What is being asked: Repeat the data exactly, so that every line matches the original.

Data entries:
- Opening Delimiter -

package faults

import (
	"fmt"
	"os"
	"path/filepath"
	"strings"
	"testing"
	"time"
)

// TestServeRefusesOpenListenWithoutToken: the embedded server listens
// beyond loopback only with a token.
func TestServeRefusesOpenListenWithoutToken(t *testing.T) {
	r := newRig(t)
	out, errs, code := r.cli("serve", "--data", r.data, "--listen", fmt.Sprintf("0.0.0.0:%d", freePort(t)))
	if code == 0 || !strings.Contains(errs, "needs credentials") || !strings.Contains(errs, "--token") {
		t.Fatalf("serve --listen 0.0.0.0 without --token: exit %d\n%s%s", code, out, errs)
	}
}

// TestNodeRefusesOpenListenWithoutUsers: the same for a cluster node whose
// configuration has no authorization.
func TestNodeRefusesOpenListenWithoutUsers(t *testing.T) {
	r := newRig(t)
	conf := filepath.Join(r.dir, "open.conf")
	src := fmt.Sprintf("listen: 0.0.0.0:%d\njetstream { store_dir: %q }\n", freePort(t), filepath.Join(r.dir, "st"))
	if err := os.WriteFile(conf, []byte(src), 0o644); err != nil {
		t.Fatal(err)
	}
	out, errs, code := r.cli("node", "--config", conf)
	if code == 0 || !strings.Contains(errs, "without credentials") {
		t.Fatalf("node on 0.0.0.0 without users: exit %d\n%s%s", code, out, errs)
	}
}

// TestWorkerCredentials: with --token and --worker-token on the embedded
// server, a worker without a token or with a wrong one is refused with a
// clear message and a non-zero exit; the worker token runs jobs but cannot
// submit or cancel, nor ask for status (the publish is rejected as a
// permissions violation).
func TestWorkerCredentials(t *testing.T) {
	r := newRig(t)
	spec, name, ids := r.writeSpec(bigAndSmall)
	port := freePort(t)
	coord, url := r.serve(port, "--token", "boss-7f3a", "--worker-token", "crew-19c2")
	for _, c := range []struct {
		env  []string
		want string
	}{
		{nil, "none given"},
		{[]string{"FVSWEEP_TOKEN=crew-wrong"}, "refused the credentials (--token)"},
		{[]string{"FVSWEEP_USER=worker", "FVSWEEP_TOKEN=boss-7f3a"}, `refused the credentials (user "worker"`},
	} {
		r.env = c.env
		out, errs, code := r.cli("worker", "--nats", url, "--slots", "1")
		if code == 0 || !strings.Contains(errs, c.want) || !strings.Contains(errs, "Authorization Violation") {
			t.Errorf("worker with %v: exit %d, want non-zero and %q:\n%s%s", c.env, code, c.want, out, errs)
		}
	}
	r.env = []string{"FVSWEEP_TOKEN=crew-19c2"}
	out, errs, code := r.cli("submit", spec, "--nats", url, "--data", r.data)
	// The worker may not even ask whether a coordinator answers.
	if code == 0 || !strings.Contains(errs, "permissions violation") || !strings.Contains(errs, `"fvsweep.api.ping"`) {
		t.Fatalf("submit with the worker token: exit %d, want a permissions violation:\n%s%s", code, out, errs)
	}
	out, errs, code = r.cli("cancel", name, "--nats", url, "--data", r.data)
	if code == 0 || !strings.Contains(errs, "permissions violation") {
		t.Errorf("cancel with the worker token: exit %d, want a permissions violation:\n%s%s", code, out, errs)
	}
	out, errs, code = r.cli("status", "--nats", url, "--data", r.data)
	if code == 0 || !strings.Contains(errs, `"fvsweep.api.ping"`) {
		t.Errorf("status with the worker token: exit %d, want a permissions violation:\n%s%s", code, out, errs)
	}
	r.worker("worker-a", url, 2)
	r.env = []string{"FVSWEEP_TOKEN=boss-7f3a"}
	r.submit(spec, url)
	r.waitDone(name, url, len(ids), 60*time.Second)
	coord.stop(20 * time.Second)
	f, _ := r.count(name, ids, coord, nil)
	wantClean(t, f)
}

- Closing Delimiter -

Task answer:
package faults

import (
	"fmt"
	"os"
	"path/filepath"
	"strings"
	"testing"
	"time"
)

// TestServeRefusesOpenListenWithoutToken: the embedded server listens
// beyond loopback only with a token.
func TestServeRefusesOpenListenWithoutToken(t *testing.T) {
	r := newRig(t)
	out, errs, code := r.cli("serve", "--data", r.data, "--listen", fmt.Sprintf("0.0.0.0:%d", freePort(t)))
	if code == 0 || !strings.Contains(errs, "needs credentials") || !strings.Contains(errs, "--token") {
		t.Fatalf("serve --listen 0.0.0.0 without --token: exit %d\n%s%s", code, out, errs)
	}
}

// TestNodeRefusesOpenListenWithoutUsers: the same for a cluster node whose
// configuration has no authorization.
func TestNodeRefusesOpenListenWithoutUsers(t *testing.T) {
	r := newRig(t)
	conf := filepath.Join(r.dir, "open.conf")
	src := fmt.Sprintf("listen: 0.0.0.0:%d\njetstream { store_dir: %q }\n", freePort(t), filepath.Join(r.dir, "st"))
	if err := os.WriteFile(conf, []byte(src), 0o644); err != nil {
		t.Fatal(err)
	}
	out, errs, code := r.cli("node", "--config", conf)
	if code == 0 || !strings.Contains(errs, "without credentials") {
		t.Fatalf("node on 0.0.0.0 without users: exit %d\n%s%s", code, out, errs)
	}
}

// TestWorkerCredentials: with --token and --worker-token on the embedded
// server, a worker without a token or with a wrong one is refused with a
// clear message and a non-zero exit; the worker token runs jobs but cannot
// submit or cancel, nor ask for status (the publish is rejected as a
// permissions violation).
func TestWorkerCredentials(t *testing.T) {
	r := newRig(t)
	spec, name, ids := r.writeSpec(bigAndSmall)
	port := freePort(t)
	coord, url := r.serve(port, "--token", "boss-7f3a", "--worker-token", "crew-19c2")
	for _, c := range []struct {
		env  []string
		want string
	}{
		{nil, "none given"},
		{[]string{"FVSWEEP_TOKEN=crew-wrong"}, "refused the credentials (--token)"},
		{[]string{"FVSWEEP_USER=worker", "FVSWEEP_TOKEN=boss-7f3a"}, `refused the credentials (user "worker"`},
	} {
		r.env = c.env
		out, errs, code := r.cli("worker", "--nats", url, "--slots", "1")
		if code == 0 || !strings.Contains(errs, c.want) || !strings.Contains(errs, "Authorization Violation") {
			t.Errorf("worker with %v: exit %d, want non-zero and %q:\n%s%s", c.env, code, c.want, out, errs)
		}
	}
	r.env = []string{"FVSWEEP_TOKEN=crew-19c2"}
	out, errs, code := r.cli("submit", spec, "--nats", url, "--data", r.data)
	// The worker may not even ask whether a coordinator answers.
	if code == 0 || !strings.Contains(errs, "permissions violation") || !strings.Contains(errs, `"fvsweep.api.ping"`) {
		t.Fatalf("submit with the worker token: exit %d, want a permissions violation:\n%s%s", code, out, errs)
	}
	out, errs, code = r.cli("cancel", name, "--nats", url, "--data", r.data)
	if code == 0 || !strings.Contains(errs, "permissions violation") {
		t.Errorf("cancel with the worker token: exit %d, want a permissions violation:\n%s%s", code, out, errs)
	}
	out, errs, code = r.cli("status", "--nats", url, "--data", r.data)
	if code == 0 || !strings.Contains(errs, `"fvsweep.api.ping"`) {
		t.Errorf("status with the worker token: exit %d, want a permissions violation:\n%s%s", code, out, errs)
	}
	r.worker("worker-a", url, 2)
	r.env = []string{"FVSWEEP_TOKEN=boss-7f3a"}
	r.submit(spec, url)
	r.waitDone(name, url, len(ids), 60*time.Second)
	coord.stop(20 * time.Second)
	f, _ := r.count(name, ids, coord, nil)
	wantClean(t, f)
}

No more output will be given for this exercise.